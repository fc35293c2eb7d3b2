//! Commands that can be found: those of the menus.

use helmsplit_scenario::UnitSystem;

use super::thing::{Findable, Thing, plain};
use crate::action::Action;
use crate::dialogs::Dialog;
use crate::drawing::Export;
use crate::export::{COPY_TABLE, COPY_VALUES, ExportKind};
use crate::kept::KeptAction;
use crate::menu;
use crate::settings::{Appearance, SCALES, Settings, units_name};

const GROUP: &str = "Command";

/// Every command, in the order of the menus.
pub(super) fn commands(findable: &Findable<'_>) -> Vec<Thing> {
    let (document, settings) = (findable.document, findable.settings);
    let mut commands: Vec<Thing> = menu::NAMED_PRESETS
        .iter()
        .map(|(preset, name)| {
            let label = format!("New circuit from preset, {name}");
            plain(&label, GROUP, Action::New(preset))
        })
        .collect();
    commands.push(plain("Open a circuit", GROUP, menu::open()));
    commands.push(plain("Save the circuit", GROUP, Action::Save));
    commands.push(plain("Save the circuit as", GROUP, menu::save_as(document)));
    for export in Export::ALL {
        let label = format!("Export, {}", export.name());
        commands.push(plain(&label, GROUP, menu::write_drawing(document, export)));
    }
    for kind in ExportKind::ALL {
        let label = format!("Export, {}", kind.item().trim_end_matches('.'));
        commands.push(plain(&label, GROUP, Action::AskExport(kind)));
    }
    commands.push(plain(COPY_VALUES, GROUP, Action::CopyValues));
    commands.push(plain(COPY_TABLE, GROUP, Action::CopyTable));
    let keep = Action::Kept(KeptAction::AskToKeep);
    commands.push(plain("Keep this run", GROUP, keep));
    for (label, step, action) in [
        ("Undo", document.undo_name(), Action::Undo),
        ("Redo", document.redo_name(), Action::Redo),
    ] {
        commands.push(Thing {
            shown: step.map_or_else(|| "nothing".to_owned(), str::to_owned),
            in_use: step.is_some(),
            ..plain(label, GROUP, action)
        });
    }
    commands.extend(view(settings));
    commands.push(plain("First steps", GROUP, Action::FirstSteps));
    let keys = Action::Show(Dialog::Keys);
    commands.push(plain("Keys and gestures", GROUP, keys));
    let about = Action::Show(Dialog::About);
    commands.push(plain("About and cautions", GROUP, about));
    commands.push(plain("Quit", GROUP, Action::Quit));
    commands
}

/// Units, appearance and scale.
fn view(settings: &Settings) -> Vec<Thing> {
    let now = |is_now: bool| if is_now { "now" } else { "" }.to_owned();
    let mut commands = Vec::new();
    for units in UnitSystem::ALL {
        let label = format!("Units, {}", units_name(units));
        commands.push(Thing {
            shown: now(settings.units == units),
            ..plain(&label, GROUP, Action::Units(units))
        });
    }
    for (appearance, name) in Appearance::ALL {
        let label = format!("Appearance, {}", name.to_lowercase());
        commands.push(Thing {
            shown: now(settings.appearance == appearance),
            ..plain(&label, GROUP, Action::Appearance(appearance))
        });
    }
    for scale in SCALES {
        let label = format!("Scale of the window, {scale} %");
        commands.push(Thing {
            shown: now(settings.scale == scale),
            ..plain(&label, GROUP, Action::Scale(scale))
        });
    }
    commands
}
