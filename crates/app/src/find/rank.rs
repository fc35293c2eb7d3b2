//! Which things match what was typed, the best first.

use helmsplit_scenario::nearest;

use super::thing::Thing;

/// What a word is worth where it is found: the more a person would look for the thing under it,
/// the more.
const PATH: u32 = 400;
const SYMBOL: u32 = 300;
const SYMBOL_ANY_CASE: u32 = 200;
const LABEL_WORD: u32 = 90;
const LABEL_BEGINNING: u32 = 70;
const LABEL_INSIDE: u32 = 40;
const OTHER_BEGINNING: u32 = 30;
const OTHER_INSIDE: u32 = 15;
const NOTE: u32 = 5;

/// The whole of what was typed is the label, or begins it.
const IS_LABEL: u32 = 80;
const BEGINS_LABEL: u32 = 60;

/// The thing counts in the present circuit.
const IN_USE: u32 = 10;

/// What was found.
#[derive(Debug, Default, PartialEq)]
pub(super) struct Found {
    /// Places of the matches among the things, the best first.
    pub(super) places: Vec<usize>,
    /// What was looked for instead, when nothing has a word that was typed.
    pub(super) instead: Option<String>,
}

/// Finds what holds every word of `typed`, or of the nearest known words where one is unknown. With
/// nothing typed that is everything.
pub(super) fn ranked(things: &[Thing], typed: &str) -> Found {
    let places = matches(things, typed);
    if !places.is_empty() {
        return Found {
            places,
            instead: None,
        };
    }
    let mended = mended(things, typed);
    let places = matches(things, &mended);
    let instead = (!places.is_empty()).then_some(mended);
    Found { places, instead }
}

fn matches(things: &[Thing], typed: &str) -> Vec<usize> {
    let scores = things.iter().enumerate();
    let mut hits: Vec<(u32, usize)> = scores
        .filter_map(|(place, thing)| Some((score(thing, typed)?, place)))
        .collect();
    // Equal ones stay in the order of the circuit.
    hits.sort_by_key(|&(score, place)| (std::cmp::Reverse(score), place));
    hits.into_iter().map(|(_, place)| place).collect()
}

/// What was typed, with each word that no label holds replaced by the nearest that one does.
fn mended(things: &[Thing], typed: &str) -> String {
    let words: Vec<&str> = things
        .iter()
        .flat_map(|thing| thing.label.split_whitespace())
        .collect();
    let known = |word: &str| things.iter().any(|thing| score(thing, word).is_some());
    let near = |word: &str| nearest(word, words.iter().copied()).map(str::to_lowercase);
    let parts: Vec<String> = typed
        .split_whitespace()
        .map(|word| match known(word) {
            true => word.to_owned(),
            false => near(word).unwrap_or_else(|| word.to_owned()),
        })
        .collect();
    parts.join(" ")
}

/// How well a thing answers; `None` if it lacks a word.
fn score(thing: &Thing, typed: &str) -> Option<u32> {
    let mut sum = 0;
    for word in typed.split_whitespace() {
        sum += word_score(thing, word)?;
    }
    let typed = typed.trim().to_lowercase();
    let label = thing.label.to_lowercase();
    if label == typed {
        sum += IS_LABEL;
    } else if !typed.is_empty() && label.starts_with(&typed) {
        sum += BEGINS_LABEL;
    }
    Some(sum + if thing.in_use { IN_USE } else { 0 })
}

fn word_score(thing: &Thing, typed: &str) -> Option<u32> {
    let word = typed.to_lowercase();
    let label = thing.label.to_lowercase();
    let mut label_words = label.split(|letter: char| !letter.is_alphanumeric());
    let others = [thing.path, thing.group.as_str(), thing.shown.as_str()];
    let others = || others.iter().map(|text| text.to_lowercase());
    let begins = |text: &str| {
        text.split(|letter: char| !letter.is_alphanumeric())
            .any(|part| part.starts_with(&word))
    };
    if thing.path == word && !word.is_empty() {
        Some(PATH)
    } else if thing.symbol == typed {
        Some(SYMBOL)
    } else if thing.symbol.to_lowercase() == word {
        Some(SYMBOL_ANY_CASE)
    } else if label_words.any(|part| part == word) {
        Some(LABEL_WORD)
    } else if begins(&label) {
        Some(LABEL_BEGINNING)
    } else if label.contains(&word) {
        Some(LABEL_INSIDE)
    } else if others().any(|text| begins(&text)) {
        Some(OTHER_BEGINNING)
    } else if others().any(|text| text.contains(&word)) {
        Some(OTHER_INSIDE)
    } else if thing.note.to_lowercase().contains(&word) {
        Some(NOTE)
    } else {
        None
    }
}

#[cfg(test)]
mod tests {
    use super::super::thing::tests::of_the_orchard_carrier;
    use super::*;

    fn first(typed: &str) -> String {
        let things = of_the_orchard_carrier();
        let found = ranked(&things, typed);
        let place = found.places.first();
        place.map_or_else(String::new, |&place| things[place].label.clone())
    }

    #[test]
    fn label_symbol_path_and_note_lead_to_a_parameter() {
        for (typed, label) in [
            ("fixed orifice", "Fixed orifice diameter"),
            ("FIXED ORIFICE DIAM", "Fixed orifice diameter"),
            ("orifice fixed", "Fixed orifice diameter"),
            ("valve.spool_diameter", "Spool diameter"),
            ("spool_diameter", "Spool diameter"),
        ] {
            assert_eq!(first(typed), label, "{typed}");
        }
    }

    #[test]
    fn every_parameter_is_found_by_its_path_and_by_its_label() {
        let things = of_the_orchard_carrier();
        for row in helmsplit_scenario::parameters() {
            for typed in [row.path, row.label] {
                let found = ranked(&things, typed).places;
                let place = found
                    .iter()
                    .position(|&place| things[place].path == row.path);
                // Several parts may have a number of the same label; a path is one row's own.
                let within = if typed == row.path { 1 } else { 12 };
                let place = place.unwrap_or(usize::MAX);
                assert!(place < within, "{typed}: {} stands at {place}", row.path);
            }
        }
    }

    #[test]
    fn a_symbol_leads_to_what_it_stands_for() {
        let things = of_the_orchard_carrier();
        for row in helmsplit_scenario::parameters() {
            if row.symbol.is_empty() {
                continue;
            }
            let found = ranked(&things, row.symbol);
            let best = found.places.first().map(|&place| things[place].symbol);
            assert_eq!(best, Some(row.symbol), "{}", row.path);
        }
    }

    #[test]
    fn choices_verdicts_and_commands_are_found() {
        for (typed, label) in [
            ("overshoot", "Overshoot"),
            ("undo", "Undo"),
            ("psi", "Units, US: psi, gpm, in"),
            ("dark", "Appearance, dark"),
        ] {
            assert_eq!(first(typed), label, "{typed}");
        }
    }

    #[test]
    fn a_slip_of_the_key_is_mended_and_said() {
        let things = of_the_orchard_carrier();
        let found = ranked(&things, "oriffice");
        assert_eq!(found.instead.as_deref(), Some("orifice"), "the nearest");
        assert!(!found.places.is_empty(), "and what has it");
        assert_eq!(ranked(&things, "qqqq"), Found::default(), "nothing near");
    }

    #[test]
    fn nothing_typed_is_everything_in_order() {
        let things = of_the_orchard_carrier();
        let found = ranked(&things, "  ");
        assert_eq!(found.places.len(), things.len(), "all");
    }
}
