//! The spool, what is in it, and the spring.

use kurbo::{Ellipse, Shape};

use super::proportions::EdgeShape;
use super::sheet::Sheet;
use crate::scene::{Line, Paint, Part, PartPen, Prim, Stroke};

/// Depth of notches, as a share of the radius; the record has none.
const NOTCH_DEPTH: f64 = 0.25;

/// Of holes and notches, those that lie at least this far behind the section plane are dashed, as
/// a share of the radius.
const BEHIND: f64 = 0.1;

impl Sheet<'_> {
    pub(super) fn moving(&self, parts: &mut Vec<Part>) {
        parts.push(self.spool());
        parts.push(self.disc());
        parts.push(self.spring());
        parts.push(self.bore_walls());
        parts.push(self.behind());
    }

    /// The outline of the spool on one side of the axis, from left to right, heights positive;
    /// with the notch that is cut there, if one is.
    fn half_outline(&self, cut: bool) -> Vec<(f64, f64)> {
        let s = &self.shape;
        let (r, neck) = (s.radius, s.neck_radius);
        let mut points = vec![(0.0, r), (s.neck_start, r), (s.neck_start, neck)];
        let face = s.shoulder - s.edge.length();
        points.push((face, neck));
        match s.edge {
            EdgeShape::Chamfer { drop, .. } => points.push((face, r - drop)),
            EdgeShape::Notches { .. } if cut => {
                let floor = (r * (1.0 - NOTCH_DEPTH)).max(neck);
                points.extend([(face, floor), (s.shoulder, floor)]);
            }
            EdgeShape::Notches { .. } => points.push((face, r)),
            EdgeShape::Sharp | EdgeShape::Holes { .. } => {}
        }
        points.extend([(s.shoulder, r), (s.spool_end, r)]);
        points
    }

    fn spool(&self) -> Part {
        let s = &self.shape;
        let mut pen = PartPen::new("valve.spool", "Spool");
        let upper = self.half_outline(true);
        let lower = self.half_outline(s.edge.is_cut_below());
        let lower = lower.iter().rev().map(|&(x, y)| (x, -y));
        let outline: Vec<_> = upper.iter().copied().chain(lower).collect();
        self.steel(&mut pen, &outline);
        let (inlet, bore, spring) = (self.oil("p_in"), self.oil("p_b"), self.oil("p_s"));
        let (r, b, neck) = (s.radius, s.bore_radius, s.neck_radius);
        let (cross, wall, disc) = (s.cross_holes, s.orifice_wall, s.disc);
        let hole = 0.5 * s.fixed_orifice;
        // A little beyond the outline, so that holes have no lid.
        let open = 1.2 / self.px_per_mm;
        self.fill_spool(&mut pen, cross, (-neck - open, neck + open), inlet);
        self.fill_spool(&mut pen, (cross.0, wall.0), (-b, b), inlet);
        self.fill_spool(&mut pen, wall, (-hole, hole), inlet);
        self.fill_spool(&mut pen, (wall.1, disc.0), (-b, b), bore);
        for sign in [-1.0, 1.0] {
            let heights = (sign * b, sign * (r + open));
            let heights = (heights.0.min(heights.1), heights.0.max(heights.1));
            self.fill_spool(&mut pen, s.priority_holes, heights, bore);
        }
        let recess = s.recess_radius;
        let mouth = (disc.0, s.spool_end + open);
        self.fill_spool(&mut pen, mouth, (-recess, recess), spring);
        self.spool_edges(&mut pen, hole);
        pen.done()
    }

    /// Edges of everything drilled into the spool.
    fn spool_edges(&self, pen: &mut PartPen, hole: f64) {
        let s = &self.shape;
        let (r, b, neck) = (s.radius, s.bore_radius, s.neck_radius);
        let (cross, wall, disc) = (s.cross_holes, s.orifice_wall, s.disc);
        let holes = s.priority_holes;
        for sign in [-1.0, 1.0] {
            let up = |y: f64| sign * y;
            self.spool_edge(pen, &[(cross.0, up(neck)), (cross.0, up(0.0))]);
            self.spool_edge(
                pen,
                &[
                    (cross.1, up(neck)),
                    (cross.1, up(b)),
                    (wall.0, up(b)),
                    (wall.0, up(hole)),
                    (wall.1, up(hole)),
                    (wall.1, up(b)),
                    (holes.0, up(b)),
                    (holes.0, up(r)),
                ],
            );
            self.spool_edge(
                pen,
                &[
                    (holes.1, up(r)),
                    (holes.1, up(b)),
                    (disc.0, up(b)),
                    (disc.0, up(s.recess_radius)),
                    (s.spool_end, up(s.recess_radius)),
                ],
            );
            // The rim of what is cut open.
            self.spool_edge(
                pen,
                &[(s.spool_end, up(s.recess_radius)), (s.spool_end, up(r))],
            );
        }
    }

    fn disc(&self) -> Part {
        let s = &self.shape;
        let mut pen = PartPen::new("valve.disc", "Disc with the disc hole");
        let small = 0.5 * s.disc_hole;
        for sign in [-1.0, 1.0] {
            let corners = [
                (s.disc.0, sign * small),
                (s.disc.1, sign * small),
                (s.disc.1, sign * s.recess_radius),
                (s.disc.0, sign * s.recess_radius),
            ];
            self.steel(&mut pen, &corners);
        }
        let oil = self.oil("p_b");
        self.fill_spool(&mut pen, s.disc, (-small, small), oil);
        pen.done()
    }

    fn spring(&self) -> Part {
        let s = &self.shape;
        let mut pen = PartPen::new("valve.spring", "Spring");
        let spring = &s.spring;
        let start = s.disc.1 + self.travel;
        let length = self.shape.spring_length(self.travel);
        let turns = spring.coils + 1;
        let pitch = (length - spring.wire) / f64::from(turns);
        let place = |turn: f64| start + 0.5 * spring.wire + pitch * turn;
        let half = 0.5 * spring.wire;
        let (up, down) = (spring.radius, -spring.radius);
        for turn in 0..turns {
            let (from, to) = (place(f64::from(turn)), place(f64::from(turn) + 0.5));
            let wire = [
                self.at(from - half, up),
                self.at(from + half, up),
                self.at(to + half, down),
                self.at(to - half, down),
            ];
            pen.area(&wire, Paint::Steel, Some(Line::Spring));
        }
        for (turn, y) in (0..=2 * turns).map(|i| (i, if i % 2 == 0 { up } else { down })) {
            let centre = self.at(place(0.5 * f64::from(turn)), y);
            pen.push(Prim::Circle {
                centre: centre.into(),
                radius: half * self.px_per_mm,
                stroke: Some(Stroke::plain(Line::Spring)),
                fill: Some(Paint::Steel),
            });
        }
        pen.done()
    }

    /// Centre line, and what lies behind the section plane: holes of the sleeve, notches.
    fn behind(&self) -> Part {
        let s = &self.shape;
        let mut pen = PartPen::new("valve.land", "Metering edge of the excess land");
        let axis = [
            self.at(self.left - 1.0, 0.0),
            self.at(self.right + 1.0, 0.0),
        ];
        pen.line(&axis, Stroke::plain(Line::Centre));
        let hidden = Some(Stroke::plain(Line::Hidden));
        let angles = |count: u32| {
            (0..count)
                .map(move |i| std::f64::consts::TAU * f64::from(i) / f64::from(count))
                .filter(|angle| angle.sin() > BEHIND)
        };
        match s.edge {
            EdgeShape::Holes { count, diameter } => {
                for angle in angles(count) {
                    let middle = self.at(s.excess_core.0 + 0.5 * diameter, s.radius * angle.cos());
                    let half = 0.5 * diameter * self.px_per_mm;
                    let ellipse = Ellipse::new(middle, (half, half * angle.sin()), 0.0);
                    pen.path(ellipse.to_path(0.05), hidden, None);
                }
            }
            EdgeShape::Notches {
                count,
                angle,
                length,
            } => {
                let half = length * (0.5 * angle).tan() / s.radius;
                for middle in angles(count) {
                    let y = |angle: f64| s.radius * angle.cos();
                    let tip = self.spool_at(s.shoulder, y(middle));
                    let base = s.shoulder - length;
                    let (a, b) = (
                        self.spool_at(base, y(middle - half)),
                        self.spool_at(base, y(middle + half)),
                    );
                    pen.line(&[a, tip, b], Stroke::plain(Line::Hidden));
                }
            }
            EdgeShape::Chamfer { .. } | EdgeShape::Sharp => {}
        }
        pen.done()
    }
}
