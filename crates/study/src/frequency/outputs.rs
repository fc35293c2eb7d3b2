//! Slopes of what is read: states and signals over states and inputs.

use helmsplit_model::{Inputs, MOST_STATES, Quantity, Readings, Signal};

use super::excitation::{Excitation, around};
use crate::equilibrium::Equilibrium;
use crate::error::StudyError;
use crate::modes::Linear;

/// Step of the differences that give the slopes of signals, in typical sizes of the states: far
/// above rounding, far below where anything bends.
const STEP: f64 = 1e-7;

/// Something that is read: a state or a signal.
#[derive(Debug, Clone, PartialEq)]
pub(super) struct Output {
    pub(super) name: String,
    pub(super) label: String,
    pub(super) quantity: Quantity,
    /// Slope over each free state of the linear equations, in balanced units.
    pub(super) row: Vec<f64>,
    /// Slope over the excitation itself.
    pub(super) direct: f64,
}

/// The column of the excitation in balanced units: what it adds to the rates of the free states.
pub(super) fn column(
    equilibrium: &Equilibrium,
    linear: &Linear,
    excitation: Excitation,
) -> Result<Vec<f64>, StudyError> {
    let circuit = equilibrium.circuit();
    let n = circuit.state_count();
    let mut slopes = vec![0.0; n];
    match excitation.input(equilibrium)? {
        None => {
            // What the pump adds goes into the inlet volume.
            if let Some(at) = circuit.state_index("p_in") {
                let parts = circuit.parts();
                let rate = |flow: f64| {
                    parts
                        .valve
                        .inlet
                        .pressure_rate(&parts.oil, equilibrium.state[at], flow)
                };
                slopes[at] = rate(1.0) - rate(0.0);
            }
        }
        Some(input) => {
            let (under, over, distance) = around(equilibrium.inputs(), input);
            let (mut low, mut high) = ([0.0; MOST_STATES], [0.0; MOST_STATES]);
            circuit.derivatives(&under, &equilibrium.state, &mut low[..n]);
            circuit.derivatives(&over, &equilibrium.state, &mut high[..n]);
            for (slope, (low, high)) in slopes.iter_mut().zip(low.iter().zip(&high)) {
                *slope = (high - low) / distance;
            }
        }
    }
    Ok(linear
        .free
        .iter()
        .zip(&linear.units)
        .map(|(&state, unit)| slopes[state] / unit)
        .collect())
}

/// The output of a short name, with its slopes. `None` where the circuit has no such state or
/// signal, or the state is held.
pub(super) fn output(
    equilibrium: &Equilibrium,
    linear: &Linear,
    excitation: Excitation,
    name: &str,
) -> Result<Option<Output>, StudyError> {
    let circuit = equilibrium.circuit();
    if let Some(at) = circuit.state_index(name) {
        let Some(place) = linear.free.iter().position(|&state| state == at) else {
            return Ok(None);
        };
        let info = &circuit.states()[at];
        let mut row = vec![0.0; linear.free.len()];
        row[place] = linear.units[place];
        return Ok(Some(Output {
            name: info.name.clone(),
            label: info.label.clone(),
            quantity: info.quantity,
            row,
            direct: 0.0,
        }));
    }
    let known = circuit.signals().iter().find(|s| s.name() == name);
    let Some(&signal) = known else {
        return Ok(None);
    };
    let read = |inputs: &Inputs, state: &[f64], readings: &mut Readings| {
        circuit.observe(inputs, state, readings);
        readings.get(signal)
    };
    let mut readings = Readings::default();
    let mut state = equilibrium.state.clone();
    let mut row = Vec::with_capacity(linear.free.len());
    for (&at, unit) in linear.free.iter().zip(&linear.units) {
        let step = STEP * circuit.states()[at].scale;
        let value = state[at];
        state[at] = value + step;
        let above = read(equilibrium.inputs(), &state, &mut readings);
        state[at] = value - step;
        let below = read(equilibrium.inputs(), &state, &mut readings);
        state[at] = value;
        row.push((above - below) / (2.0 * step) * unit);
    }
    let direct = match excitation.input(equilibrium)? {
        // What is added is part of the pump's flow.
        None => f64::from(u8::from(signal == Signal::PumpFlow)),
        Some(input) => {
            let (under, over, distance) = around(equilibrium.inputs(), input);
            let above = read(&over, &state, &mut readings);
            let below = read(&under, &state, &mut readings);
            (above - below) / distance
        }
    };
    Ok(Some(Output {
        name: signal.name().to_owned(),
        label: signal.label().to_owned(),
        quantity: signal.quantity(),
        row,
        direct,
    }))
}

◆ **Work instructions**
The response should hold exactly the lines starting at the line with "let mut commands: Vec<Thing>" and ending at the line with "let about = Action::Show(Dialog::About);", and no other line of the material above.

◆ **Answer box**
    let mut commands: Vec<Thing> = menu::NAMED_PRESETS
        .iter()
        .map(|(preset, name)| {
            let label = format!("New circuit from preset, {name}");
            plain(&label, GROUP, Action::New(preset))
        })
        .collect();
    commands.push(plain("Open a circuit", GROUP, menu::open()));
    commands.push(plain("Save the circuit", GROUP, Action::Save));
    commands.push(plain("Save the circuit as", GROUP, menu::save_as(document)));
    for export in Export::ALL {
        let label = format!("Export, {}", export.name());
        commands.push(plain(&label, GROUP, menu::write_drawing(document, export)));
    }
    for kind in ExportKind::ALL {
        let label = format!("Export, {}", kind.item().trim_end_matches('.'));
        commands.push(plain(&label, GROUP, Action::AskExport(kind)));
    }
    commands.push(plain(COPY_VALUES, GROUP, Action::CopyValues));
    commands.push(plain(COPY_TABLE, GROUP, Action::CopyTable));
    let keep = Action::Kept(KeptAction::AskToKeep);
    commands.push(plain("Keep this run", GROUP, keep));
    for (label, step, action) in [
        ("Undo", document.undo_name(), Action::Undo),
        ("Redo", document.redo_name(), Action::Redo),
    ] {
        commands.push(Thing {
            shown: step.map_or_else(|| "nothing".to_owned(), str::to_owned),
            in_use: step.is_some(),
            ..plain(label, GROUP, action)
        });
    }
    commands.extend(view(settings));
    commands.push(plain("First steps", GROUP, Action::FirstSteps));
    let keys = Action::Show(Dialog::Keys);
    commands.push(plain("Keys and gestures", GROUP, keys));
    let about = Action::Show(Dialog::About);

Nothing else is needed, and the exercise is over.